Chi è Eddie Brock, fenomeno Tiktok con Non è mica te: “Non mollo ancora il mio lavoro. Amici? Scartato tre volte”

A discapito di ciò che appare sui social, soprattutto su TikTok, Eddie Brock (pseudonimo legato all'universo Spiderman), nome d'arte di Edoardo Iaschi, arriva da lontano. Sono ormai 7 gli anni di musica, con esperienze come il Coca-Cola Future Legend con Annalisa, un Ep, un disco come Amarsi è una rivoluzione, ma soprattutto il successo con Non è mica te. Oltre 20mila video con il brano in sottofondo su TikTok, 5 milioni di ascolti su Spotify e una presenza fissa in Viral Top 50. Questo però non ha allontanato Edoardo dalla sua realtà, dalla sua quotidianità, dal suo "lavoro dalle 8 alle 16" e da suo cugino, che lo accompagna in entrambe le sue carriere. Poi i provini per Amici e quel sogno di ritornarci, magari da ospite perché "entra nelle case degli italiani, è come Sanremo". Qui l'intervista a Eddie Brock.

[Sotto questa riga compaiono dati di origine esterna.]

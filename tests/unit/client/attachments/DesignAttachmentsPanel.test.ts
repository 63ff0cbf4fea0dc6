import { beforeEach, describe, expect, it, vi } from 'vitest';
import { flushPromises, mount } from '@vue/test-utils';
import { ApiError } from '@/api/http';
import type { Attachment, AttachmentPage } from '@/api/attachments';
import DesignAttachmentsPanel from '@/components/attachments/DesignAttachmentsPanel.vue';

vi.mock('@/api/attachments', async (importOriginal) => ({
  ...(await importOriginal<typeof import('@/api/attachments')>()),
  listAttachments: vi.fn(),
  uploadAttachment: vi.fn(),
  deleteAttachment: vi.fn(),
}));
vi.mock('@/utils/message', async (importOriginal) => ({
  ...(await importOriginal<typeof import('@/utils/message')>()),
  confirmAction: vi.fn(),
  showSuccess: vi.fn(),
}));
const api = vi.mocked(await import('@/api/attachments'));
const message = vi.mocked(await import('@/utils/message'));

vi.setConfig({ testTimeout: 60_000 });

function attachment(id: number, fileName: string, extra: Partial<Attachment> = {}): Attachment {
  return {
    id,
    designId: 7,
    partId: null,
    fileName,
    mime: 'application/pdf',
    size: 245_760,
    sha256: 'ef'.repeat(32),
    uploadedBy: { id: 3, name: 'Dana Designer' },
    createdAt: '2026-03-01T10:00:00Z',
    url: `/api/attachments/${id}`,
    canDelete: true,
    ...extra,
  };
}

const page = (items: Attachment[], canUpload = true): AttachmentPage => ({ items, total: items.length, page: 1, pageSize: 50, canUpload });

async function mountPanel() {
  const wrapper = mount(DesignAttachmentsPanel, { props: { designId: 7 }, attachTo: document.body });
  await flushPromises();
  return wrapper;
}

async function chooseFile(wrapper: Awaited<ReturnType<typeof mountPanel>>, file: File) {
  const input = wrapper.get<HTMLInputElement>('[data-test="attachment-upload"] input[type="file"]');
  Object.defineProperty(input.element, 'files', { value: [file], configurable: true });
  await input.trigger('change');
  await flushPromises();
}

const rows = (wrapper: Awaited<ReturnType<typeof mountPanel>>) => wrapper.findAll('[data-test="attachment-row"]');

describe('DesignAttachmentsPanel', () => {
  beforeEach(() => {
    vi.resetAllMocks();
  });

  it('when the design has files, then each is listed with its kind, size, uploader and a download link', async () => {
    // Arrange
    api.listAttachments.mockResolvedValue(
      page([
        attachment(1, 'motor-datasheet.pdf'),
        attachment(2, 'frame.png', { mime: 'image/png', size: 2_411_724, uploadedBy: null, canDelete: false }),
      ]),
    );
    // Act
    const wrapper = await mountPanel();
    // Assert
    expect(api.listAttachments).toHaveBeenCalledWith(7);
    expect(rows(wrapper).map((r) => r.attributes('data-name'))).toEqual(['motor-datasheet.pdf', 'frame.png']);
    const [pdf, png] = rows(wrapper);
    expect(pdf.get('[data-test="attachment-download"]').attributes('href')).toBe('/api/attachments/1');
    expect(pdf.text()).toContain('PDF · 240 kB · Dana Designer');
    expect(png.text()).toContain('PNG · 2.3 MB · —');
    expect(pdf.find('[data-test="attachment-delete"]').exists()).toBe(true);
    expect(png.find('[data-test="attachment-delete"]').exists()).toBe(false);
    wrapper.unmount();
  });

  it('when the design has no files, then says so', async () => {
    api.listAttachments.mockResolvedValue(page([]));
    const wrapper = await mountPanel();
    expect(wrapper.get('[data-test="attachments-empty"]').text()).toBe('No files attached yet.');
    expect(wrapper.find('[data-test="attachments-list"]').exists()).toBe(false);
    wrapper.unmount();
  });

  it('when the user may not upload, then no upload button is offered', async () => {
    api.listAttachments.mockResolvedValue(page([attachment(1, 'a.pdf')], false));
    const wrapper = await mountPanel();
    expect(wrapper.find('[data-test="attachment-upload"]').exists()).toBe(false);
    wrapper.unmount();
  });

  it('when delete is confirmed, then the API deletes that file and the list is reloaded', async () => {
    // Arrange
    api.listAttachments.mockResolvedValueOnce(
      page([attachment(1, 'motor-datasheet.pdf'), attachment(2, 'notes.csv', { mime: 'text/csv' })]),
    );
    api.listAttachments.mockResolvedValueOnce(page([attachment(2, 'notes.csv', { mime: 'text/csv' })]));
    api.deleteAttachment.mockResolvedValue(undefined);
    message.confirmAction.mockResolvedValue(true);
    const wrapper = await mountPanel();
    // Act
    await rows(wrapper)[0].get('[data-test="attachment-delete"]').trigger('click');
    await flushPromises();
    // Assert
    expect(message.confirmAction).toHaveBeenCalledWith(
      expect.objectContaining({ message: 'Delete "motor-datasheet.pdf" from this design?', isDanger: true }),
    );
    expect(api.deleteAttachment).toHaveBeenCalledWith(1);
    expect(rows(wrapper).map((r) => r.attributes('data-name'))).toEqual(['notes.csv']);
    expect(message.showSuccess).toHaveBeenCalledWith('Deleted motor-datasheet.pdf.');
    wrapper.unmount();
  });

  it('when delete is cancelled, then nothing is deleted', async () => {
    api.listAttachments.mockResolvedValue(page([attachment(1, 'motor-datasheet.pdf')]));
    message.confirmAction.mockResolvedValue(false);
    const wrapper = await mountPanel();
    await wrapper.get('[data-test="attachment-delete"]').trigger('click');
    await flushPromises();
    expect(message.confirmAction).toHaveBeenCalled();
    expect(api.deleteAttachment).not.toHaveBeenCalled();
    expect(rows(wrapper)).toHaveLength(1);
    wrapper.unmount();
  });

  it('when deleting fails, then the error is shown and the file stays listed', async () => {
    api.listAttachments.mockResolvedValue(page([attachment(1, 'motor-datasheet.pdf')]));
    api.deleteAttachment.mockRejectedValue(new ApiError(403, 'forbidden', 'Only the design’s owner or an admin may delete its files.'));
    message.confirmAction.mockResolvedValue(true);
    const wrapper = await mountPanel();
    await wrapper.get('[data-test="attachment-delete"]').trigger('click');
    await flushPromises();
    expect(wrapper.get('[data-test="attachment-error"]').text()).toContain('Only the design’s owner or an admin may delete its files.');
    expect(rows(wrapper)).toHaveLength(1);
    wrapper.unmount();
  });

  it('when a file is chosen, then it is uploaded to this design and the list is reloaded', async () => {
    // Arrange
    api.listAttachments.mockResolvedValueOnce(page([]));
    api.listAttachments.mockResolvedValueOnce(page([attachment(5, 'idler.pdf')]));
    api.uploadAttachment.mockResolvedValue(attachment(5, 'idler.pdf'));
    const wrapper = await mountPanel();
    const file = new File(['%PDF-1.4'], 'idler.pdf', { type: 'application/pdf' });
    // Act
    await chooseFile(wrapper, file);
    // Assert
    expect(api.uploadAttachment).toHaveBeenCalledWith(7, file);
    expect(rows(wrapper).map((r) => r.attributes('data-name'))).toEqual(['idler.pdf']);
    expect(message.showSuccess).toHaveBeenCalledWith('Attached idler.pdf.');
    wrapper.unmount();
  });

  it('when the server refuses the upload, then its message is shown', async () => {
    // Arrange
    api.listAttachments.mockResolvedValue(page([]));
    api.uploadAttachment.mockRejectedValue(new ApiError(415, 'unsupported_type', 'Only PDF, PNG, JPEG and CSV files can be attached.'));
    const wrapper = await mountPanel();
    // Act
    await chooseFile(wrapper, new File(['MZ'], 'tool.exe', { type: 'application/octet-stream' }));
    // Assert
    expect(wrapper.get('[data-test="attachment-error"]').text()).toContain('Only PDF, PNG, JPEG and CSV files can be attached.');
    expect(message.showSuccess).not.toHaveBeenCalled();
    wrapper.unmount();
  });

  it('when the file is larger than 10 MB, then says so without uploading', async () => {
    api.listAttachments.mockResolvedValue(page([]));
    const wrapper = await mountPanel();
    await chooseFile(wrapper, new File([new Uint8Array(10 * 1024 * 1024 + 1)], 'scan.pdf', { type: 'application/pdf' }));
    expect(wrapper.get('[data-test="attachment-error"]').text()).toContain('"scan.pdf" is too large: at most 10 MB is accepted.');
    expect(api.uploadAttachment).not.toHaveBeenCalled();
    wrapper.unmount();
  });
});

Come stai vivendo questo periodo di enorme visibilità?
A livello musicale devo ancora metabolizzare, è tanto tempo – abbiamo iniziato ormai sette anni fa – che aspettiamo questo momento. Sono un po’ spaventato, ma anche voglioso di fare questo lavoro.
Qual è il cambiamento più grande che è avvenuto dopo Non è mica lei?
Credo che la preoccupazione maggiore è come cambierà la mia quotidianità. Di solito lavoro dalle 8 di mattina alle 20, ora dovrò lavorare dalle 8 alle 16 perché dalle 16 alle 20 devo fare musica.
Come l’hanno presa le persone attorno a te?
Non sono contentissimi, è difficile perché devi comunicare un cambiamento e temi un po’ di deluderle. Ci sono delle aspettative quando si raggiunge un certo livello per quanto riguarda i numeri. Io sono una persona ambiziosa e quindi la paura più grande è deludere le aspettative che mi creo.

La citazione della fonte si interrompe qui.